Non-Gaussianity from Symmetry
Teruaki Suyama, Fuminobu Takahashi
TL;DR
The paper proposes ungaussitons, light scalar fields near symmetry-enhanced points during inflation, as a generic source of large primordial non-Gaussianity. It leverages the $\delta N$ formalism to show that symmetry suppresses linear $\sigma$-terms so higher-order fluctuations dominate, producing measurable bispectrum and trispectrum signals with a logarithmic scale dependence. A key result is a universal consistency relation $\tau_{\rm NL} \approx 1\times10^3 C f_{\rm NL}^{4/3}$ (with $C$ of order unity) that ties the trispectrum to the bispectrum, plus model-dependent predictions for the scale dependence. The paper discusses concrete realizations (moduli, right-handed sneutrinos, and flat directions with $Q$-balls), the required cosmological timing (late decays after reheating but before BBN), and observational implications that could distinguish ungaussitons from curvaton- and other non-Gaussianity scenarios if the relation is confirmed by Planck-era data.
Abstract
We point out that a light scalar field fluctuating around a symmetry-enhaced point can generate large non-Gaussianity in density fluctuations.
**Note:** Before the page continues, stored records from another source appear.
"""Read a study config (TOML) into a validated :class:`~plyrisk.study.definition.Study`, in SI
units.

The parse is organised per top-level section: :data:`SECTIONS` maps each section name, in parse
order, to a function ``parse(ctx, raw, parsed) -> dict`` that reads its raw TOML value
(``None`` when the section is absent) and returns fields of
:class:`~plyrisk.study.definition.Study`; a
returned ``"parameters"`` list is appended to the study's parameters. To add a section (e.g.
``[tolerances]``): write its parser with the helpers of :mod:`plyrisk.study.values`, add it to
:data:`SECTIONS` and give :class:`~plyrisk.study.definition.Study` a field with a default. Rules
spanning
sections are checked afterwards in :func:`_check_study`. The key reference is
``docs/config.md``.

Every mistake raises :class:`~plyrisk.errors.ConfigError`, one line:
``"<file>: <key path>: <what was wrong and what was expected>"``.
"""

from __future__ import annotations

import os
import re
import stat
import tomllib
from collections.abc import Callable
from dataclasses import MISSING, fields, replace
from pathlib import Path
from typing import Any

import numpy as np

from plyrisk.analysis.morris import ScreeningSettings
from plyrisk.errors import ConfigError
from plyrisk.models.boundary import COLD_SIDE_KINDS, HOT_SIDE_KINDS
from plyrisk.models.stack import GAP_ORIENTATIONS, Gap, Solid, StackError, validate_stack
from plyrisk.study import values as cv
from plyrisk.study.definition import (
    Analysis,
    ComputeOptions,
    ModelOptions,
    Parameter,
    Scenarios,
    Study,
    assemble,
)
from plyrisk.study.targets import parse_target
from plyrisk.study.units import QUANTITIES, TEMPERATURE, TEMPERATURE_DIFFERENCE
from plyrisk.study.values import Context, join, show, suggest
from plyrisk.tolerances.core import BASES, ToleranceSettings
from plyrisk.tolerances.core import METHODS as TOLERANCE_METHODS

__all__ = [
    "METHODS",
    "SECTIONS",
    "Analysis",
    "ConfigError",
    "ModelOptions",
    "Parameter",
    "Scenarios",
    "Study",
    "assemble",
    "load_study",
    "loads_study",
    "require_runnable",
    "stack_key_path",
]

METHODS = ("saltelli", "pce", "morris")
"""Analysis methods of ``[study] method``."""
PCE_DESIGNS = ("lhs", "sobol", "random")
"""Designs of ``[study] design`` (method = "pce" only; the first is the default)."""
RENAMED_METHODS = {
    "sobol": 'is now "saltelli"',
    "lhs": 'is now method = "pce" with design = "lhs"',
    "random": 'is now method = "pce" with design = "random"',
}
"""Former ``[study] method`` values and their new spelling."""
RADIATION = ("exact", "linearized")
LHS_OPTIMIZATIONS = ("none", "random-cd", "lloyd")
LAYER_KINDS = {"solid": Solid, "gap": Gap}
PRIMARY_OUTPUT = "inner_surface_temperature"
RESERVED_NAMES = ("hot_side", "cold_side")

Parser = Callable[[Context, Any, dict], dict]


def load_study(path: str | Path) -> Study:
    """Read and validate a study config file.

    Parameters
    ----------
    path
        The TOML file [-].

    Raises
    ------
    ConfigError
        For a missing or unreadable file or any mistake in it.
    """
    source = str(path)
    try:  # a FIFO, device or folder would hang or fail half-way when read
        if not stat.S_ISREG(os.stat(path).st_mode):
            raise ConfigError(source, "", "not a regular file (a FIFO, device or folder); give "
                              "a TOML config file")
    except FileNotFoundError:
        raise ConfigError(source, "", "no such file") from None
    except OSError as err:
        raise ConfigError(source, "", f"cannot read the file ({err.strerror or err})") from None
    try:
        text = Path(path).read_text(encoding="utf-8")
    except FileNotFoundError:
        raise ConfigError(source, "", "no such file") from None
    except UnicodeDecodeError as err:
        raise ConfigError(source, "", f"not UTF-8 text ({err.reason})") from None
    except OSError as err:
        raise ConfigError(source, "", f"cannot read the file ({err.strerror or err})") from None
    return loads_study(text, source=source)


def loads_study(text: str, *, source: str = "<string>") -> Study:
    """Validate a study config given as TOML text.

    Parameters
    ----------
    text
        The TOML document [-].
    source
        Name shown in error messages [-].

    Raises
    ------
    ConfigError
        For any mistake, naming ``source`` and the key path.
    """
    ctx = Context(source)
    try:
        data = tomllib.loads(text)
    except tomllib.TOMLDecodeError as err:
        msg = str(err)
        where = re.search(r"\(at line (\d+), column (\d+)\)", msg)
        path = f"line {where.group(1)}, column {where.group(2)}" if where else "end of file"
        msg = re.sub(r"\s*\(at (line \d+, column \d+|end of document)\)", "", msg)
        raise ConfigError(source, path, f"invalid TOML: {msg}") from None
    cv.check_keys(ctx, data, cv.TOP, SECTIONS, what="section")
    parsed: dict[str, Any] = {"source": source, "text": text, "parameters": []}
    for name, parse in SECTIONS.items():
        for key, value in parse(ctx, data.get(name), parsed).items():
            if key == "parameters":
                parsed["parameters"].extend(value)
            else:
                parsed[key] = value
    parsed["parameters"] = tuple(parsed["parameters"])
    study = Study(**parsed)
    _check_study(ctx, study)
    return study


# ----------------------------------------------------------------------------------------------
# [study]
# ----------------------------------------------------------------------------------------------

_STUDY_REQUIRED = ("title", "method", "samples", "seed", "limit")
_STUDY_OPTIONAL = (
    "percentiles", "confidence", "bootstrap", "index_ci_threshold", "chunk_size",
    "lhs_optimization", "outputs", "design", "levels", "screening_threshold",
    "pce_max_loo_error",
)  # fmt: skip
_METHOD_ONLY = {"design": "pce", "pce_max_loo_error": "pce", "levels": "morris",
                "screening_threshold": "morris"}
"""Keys of ``[study]`` that apply to one method only."""


def _method(ctx: Context, raw: Any) -> str:
    if isinstance(raw, str) and raw in RENAMED_METHODS:
        raise ctx.error("study.method", f'"{raw}" {RENAMED_METHODS[raw]}')
    return cv.choice(ctx, raw, "study.method", METHODS, "method")


def design_of(method: str, design: str | None = None) -> str:
    """The design type of an analysis method: saltelli → sobol, morris → morris, pce → design.

    Parameters
    ----------
    method
        ``"saltelli"``, ``"pce"`` or ``"morris"`` [-].
    design
        The ``[study] design`` of a pce study (default ``"lhs"``) [-].

    Returns
    -------
    str
        The :attr:`plyrisk.design.sampling.Design.method` to draw [-].
    """
    if method not in METHODS:
        raise ValueError(f"unknown method {method!r}; valid: {', '.join(METHODS)}")
    if method == "pce":
        return design or PCE_DESIGNS[0]
    return "sobol" if method == "saltelli" else "morris"


def levels_value(ctx: Context, raw: Any, path: str) -> int:
    """Morris grid levels: an even whole number >= 2 [-]."""
    n = cv.integer(ctx, raw, path, minimum=2)
    if n % 2:
        raise ctx.error(path, f"must be even (Morris 1991: an even number of levels with a step "
                        f"of levels / (2 (levels - 1)) samples every level equally), got {n}; "
                        f"use {n - 1} or {n + 1}")
    return n


def _parse_study_section(ctx: Context, raw: Any, parsed: dict) -> dict:
    if raw is None:
        raise ctx.error("study", f"missing section [study] ({', '.join(_STUDY_REQUIRED)})")
    t = cv.table(ctx, raw, "study", "[study]")
    cv.check_keys(ctx, t, "study", (*_STUDY_REQUIRED, *_STUDY_OPTIONAL),
                  required=_STUDY_REQUIRED)
    title = cv.string(ctx, t["title"], "study.title")
    method = _method(ctx, t["method"])
    for key, only in _METHOD_ONLY.items():
        if key in t and method != only:
            raise ctx.error(f"study.{key}", f"applies only to method = '{only}', not "
                            f"{method!r}; remove it")
    design = design_of(method, cv.choice(ctx, t["design"], "study.design", PCE_DESIGNS,
                                         "design") if "design" in t else None)
    limit = cv.fixed(ctx, t["limit"], "study.limit", TEMPERATURE)
    kw: dict[str, Any] = {
        "method": method,
        "design": design,
        "samples": _samples(ctx, t["samples"], method, design),
        "seed": cv.integer(ctx, t["seed"], "study.seed", minimum=0, maximum=MAX_SEED),
        "limit": limit.si,
    }
    if "levels" in t:
        kw["levels"] = levels_value(ctx, t["levels"], "study.levels")
    if "screening_threshold" in t:
        kw["screening_threshold"] = cv.number(ctx, t["screening_threshold"],
                                              "study.screening_threshold", 0.0, 1.0)
    if "pce_max_loo_error" in t:
        kw["pce_max_loo_error"] = cv.number(ctx, t["pce_max_loo_error"],
                                            "study.pce_max_loo_error", 0.0, 1.0)
    if "percentiles" in t:
        kw["percentiles"] = _percentiles(ctx, t["percentiles"], "study.percentiles")
    if "confidence" in t:
        kw["confidence"] = cv.number(ctx, t["confidence"], "study.confidence", 0.0, 1.0)
    if "bootstrap" in t:
        kw["bootstrap"] = cv.integer(ctx, t["bootstrap"], "study.bootstrap", minimum=1)
    if "index_ci_threshold" in t:
        kw["index_ci_threshold"] = cv.number(
            ctx, t["index_ci_threshold"], "study.index_ci_threshold", 0.0, 1.0
        )
    if "chunk_size" in t:
        kw["chunk_size"] = cv.integer(ctx, t["chunk_size"], "study.chunk_size", minimum=1)
    if "lhs_optimization" in t:
        path = "study.lhs_optimization"
        opt = cv.choice(ctx, t["lhs_optimization"], path, LHS_OPTIMIZATIONS, "lhs_optimization")
        if design != "lhs":
            raise ctx.error(path, "applies only to method = 'pce' with design = 'lhs', not "
                            f"method = {method!r}" + (f" with design = {design!r}"
                                                      if method == "pce" else "")
                            + "; remove it")
        kw["lhs_optimization"] = None if opt == "none" else opt
    if "outputs" in t:
        kw["outputs"] = _outputs(ctx, t["outputs"], "study.outputs")
    return {"title": title, "analysis": Analysis(**kw), "limit_unit": limit.unit}


MIN_SAMPLES = 8
"""Fewest samples (Sobol: base rows) a study may ask for: fewer give no usable interval [-]."""

MAX_SEED = 2**64 - 1
"""Largest seed: seeds are stored as unsigned 64-bit integers in ``results.nc`` [-]."""


def check_seed(seed: int, where: str) -> int:
    """Return ``seed`` when it is a whole number in 0 … 2^64 − 1, else raise ``ValueError``.

    Parameters
    ----------
    seed
        The seed [-].
    where
        How it is named in the message (``"--seed"``, ``"study.seed"``) [-].

    Examples
    --------
    >>> check_seed(2**64 - 1, "--seed")
    18446744073709551615
    >>> check_seed(2**64, "--seed")  # doctest: +ELLIPSIS
    Traceback (most recent call last):
    ...
    ValueError: --seed must be a whole number from 0 to 2^64 - 1 (...), got 18446744073709551616
    """
    if isinstance(seed, bool) or not isinstance(seed, int) or not 0 <= seed <= MAX_SEED:
        raise ValueError(f"{where} must be a whole number from 0 to 2^64 - 1 ({MAX_SEED}), "
                         f"got {seed}")
    return seed


def _samples(ctx: Context, raw: Any, method: str, design: str) -> int:
    n = cv.integer(ctx, raw, "study.samples", minimum=MIN_SAMPLES)
    if design == "sobol" and n & (n - 1):
        low = 1 << (n.bit_length() - 1)
        what = "method = 'saltelli'" if method == "saltelli" else "design = 'sobol'"
        raise ctx.error("study.samples", f"must be a power of 2 for {what} (the balance of "
                        f"the Sobol' sequence needs it), got {n}; use {low} or {2 * low}")
    return n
We name such a particle as an "ungaussiton", a scalar field dominantly produced by the quantum fluctuations,generating sizable non-Gaussianity in the density fluctuations. We derive a consistency relation between the bispectrum and the trispectrum, tau_NL = 10^3 f_NL^(4/3), which can be extended to arbitrary high order correlation functions. If such a relation is confirmed by future observations, it will strongly support this mechanism.